The vertical axis describes a holistic and consistent reality, in theory constituted of an infinite number of limited accurate perceptions.

The horizontal axis describes the experiencing self, as the sum of all possible conceptual schemes.

Limited accurate perceptions are reconciled in terms of conceptual schemes in order to generate understanding. The greater the number of perceptions reconciled, the more valid the understanding.

Just as the astrophysicist and the bride-to-be both see the same meteor shower, but understand what they see differently by reconciling these perceptions in different terms, similarly, Hume’s writer states a number of facts and then seeks to reconcile these facts in terms of a moral conceptual scheme. It works both ways. We apply conceptual schemes to reconcile perceptions, but also derive conceptual schemes by reconciling perceptions in non-contradictory, logical relations.

It’s very important to note that perceptions reconciled in terms of existing conceptual schemes form new conceptual schemes that are then re-applied, and this can lead to very subtle confusions that are wholly experienced, like Descartes’ pencil – where there is a conflict between conceptual expectation and visual perception.

When we consider the conceptual evolution of humankind in these terms, we really get an insight into what’s going on. Primitive man made the link between artefact and artificer, and then re-applied this conceptual scheme to explain his existence in the world. The result was an artificer of the world, a Creator – God who he accepted, along with others, as an absolute authority for law.

As Darwin notes:
‘The same high mental faculties which first led man to believe in unseen spiritual agencies, then in fetishism, polytheism, and ultimately in monotheism, would infallibly lead him, as long as his reasoning powers remained poorly developed, to various strange and superstitious customs.’

In the Bible it’s suggested that the earth stands still while the sun is in orbit around it – and to primitive man it must have seemed so. The earth seems to stand still while the sun rises in the east, moves across the sky and sets in the west, while the moon and the stars, as viewed from the surface of the earth, travel across the night sky, returning to their starting points with time of day, day of the month and season of the year, but that’s not what’s actually happening.

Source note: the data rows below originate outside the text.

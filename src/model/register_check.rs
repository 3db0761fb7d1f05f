//! The plan's claims checked on the registers it writes, by the register-level verifier
//! ([`crate::model::verify`]), before anything is written.
//!
//! Owns: reading a [`Plan`] record as a firmware engineer would (divider, period, alignment,
//! dead time, compare limits, the compare at each operating case, the load and drops it
//! states), driving the verifier with exactly those values, and comparing what the verifier
//! measures with what the plan claims. It reads nothing but the plan record, so the check
//! is as independent of the model as the verifier itself.
//!
//! What is checked, with the tolerances of our own choice ([`TOLERANCES`]):
//! - every output pulse at `compare_min` and `compare_max` lasts at least the board's minimum
//!   pulse (and is never empty), and the low side stays on for the bootstrap refresh time;
//! - at each operating case, at the plan's compare duty (simulated on a finer timer, see
//!   [`SUB_TICKS`]), the mean current is the load current within 1 % of the rated current,
//!   the ripple peak to peak within 1 % of the plan's (or 1 mA);
//! - the lowest significant ripple line at or below the hearing limit is the same line.
//!
//! Three-phase bridges: the pulse checks (each leg is a complementary leg), the sampling
//! trigger, and for sinusoidal modulation the phase currents at the plan's modulation index
//! ([`three_phase_currents`], with its own looser tolerance); six-step currents are not
//! compared (stated in the result).
//!
//! **Invariant:** pure; a disagreement is data ([`RegisterCheck::disagreements`]), the caller
//! decides (the command line refuses to write the plan).

use crate::input::design::Design;
use crate::model::evaluate::Evaluator;
use crate::model::solve::{Candidate, Solution};
use crate::model::timer::Alignment;
use crate::model::verify::{self, Circuit, LegCompare, Stage, TimerRegisters, Verification};
use crate::output::plan::{
    self, CaseCheck, CaseOut, LoadOut, Plan, Pwm, RegisterCheck, SamplingPlan, ThreePhaseOut,
    TimerOut,
};

mod three_phase_currents;

/// Agreement required between the plan and the verifier (bounds of our own choice).
pub struct Tolerances {
    /// Mean current, as a fraction of the case's load current.
    pub mean_current_rel: f64,
    /// Mean current, absolute floor, A.
    pub mean_current_abs_a: f64,
    /// Ripple peak to peak, as a fraction of the plan's figure.
    pub ripple_rel: f64,
    /// Ripple peak to peak, absolute floor, A.
    pub ripple_abs_a: f64,
    /// Pulse times are compared with this much rounding slack, s.
    pub time_abs_s: f64,
}

/// The tolerances `plan` holds the model to.
pub const TOLERANCES: Tolerances = Tolerances {
    mean_current_rel: 0.01,
    mean_current_abs_a: 1e-4,
    ripple_rel: 0.01,
    ripple_abs_a: 1e-3,
    time_abs_s: 1e-12,
};

/// A line counts when within this many dB of the strongest and above the floor (the plan's
/// own definition of a significant line, stated in the README).
const SIGNIFICANT_REL_DB: f64 = 60.0;
const SIGNIFICANT_FLOOR_A_RMS: f64 = 1e-3;
/// Lines this close to the significance threshold are not compared: either verdict is right
/// within the two methods' rounding (a bound of our own choice).
const SIGNIFICANCE_GUARD_DB: f64 = 0.5;
/// Hearing limit when the design gives none (the plan's default, README).
const DEFAULT_HEARING_LIMIT_HZ: f64 = 20_000.0;

/// The parts of a plan the registers are checked against.
pub struct RegisterView<'a> {
    pub topology: &'a str,
    pub pwm: &'a Pwm,
    pub timer: &'a TimerOut,
    pub cases: &'a [CaseOut],
    pub load: &'a LoadOut,
    /// The hearing limit the audibility verdict used, Hz.
    pub hearing_limit_hz: f64,
    /// A three-phase bridge's own record (modulation, motor, sampling trigger).
    pub three_phase: Option<&'a ThreePhaseOut>,
}

impl<'a> RegisterView<'a> {
    /// A plan record as written (`plan.json`), as a firmware engineer reads it.
    pub fn of(plan: &'a Plan) -> Self {
        RegisterView {
            topology: &plan.topology,
            pwm: &plan.pwm,
            timer: &plan.timer,
            cases: &plan.cases,
            load: &plan.load,
            hearing_limit_hz: hearing_limit_of(plan),
            three_phase: plan.three_phase.as_ref(),
        }
    }
}

/// The check of a solution's chosen setting and of every alternative (each alternative's
/// disagreements named with its label), from the same records the plan writes.
pub fn check_solution(d: &Design, ev: &Evaluator, sol: &Solution) -> RegisterCheck {
    let topology = plan::topology_name(d);
    let check_one = |c: &Candidate| {
        let (pwm, timer) = (plan::pwm_out(ev, c, 0.0), plan::timer_out(ev, c));
        let (cases, load) = (plan::cases_out(c), plan::load_out(ev, c));
        let three_phase = plan::three_phase_out(d, ev, c);
        check(&RegisterView {
            topology: &topology,
            pwm: &pwm,
            timer: &timer,
            cases: &cases,
            load: &load,
            hearing_limit_hz: plan::hearing_limit_hz(ev),
            three_phase: three_phase.as_ref(),
        })
    };
    let Some(chosen) = &sol.chosen else {
        return RegisterCheck::default();
    };
    let mut out = check_one(chosen);
    for a in &sol.alternatives {
        let alt = check_one(&a.candidate);
        out.disagreements.extend(
            alt.disagreements
                .into_iter()
                .map(|m| format!("alternative {}: {m}", a.label)),
        );
    }
    out
}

By showing that some perceptions could not be reconciled in these terms, Galileo proved that this conceptual scheme was false, and furthermore that perceptions were better explained by a heliocentric conceptual scheme, that is a stationary sun with the earth in orbit around it. By then however, the Church of Rome had been claiming otherwise, and insisting on the absolute truth of their claims as justification for holding great wealth and the exercise of power of life and death for hundreds of years.

Rather than admit that this claim was false, and give up wealth and power however, they used their power to suppress Galileo’s ideas – both succeeding and failing in part. The Church failed insofar as their monopoly on such truth claims was ended in the Peace of Westphalia – as European monarchs took sovereignty unto themselves claiming the Divine Right of Kings. But equally, that very claim supported the Church – but where before, man had bowed down to knowledge, now knowledge bowed down to man.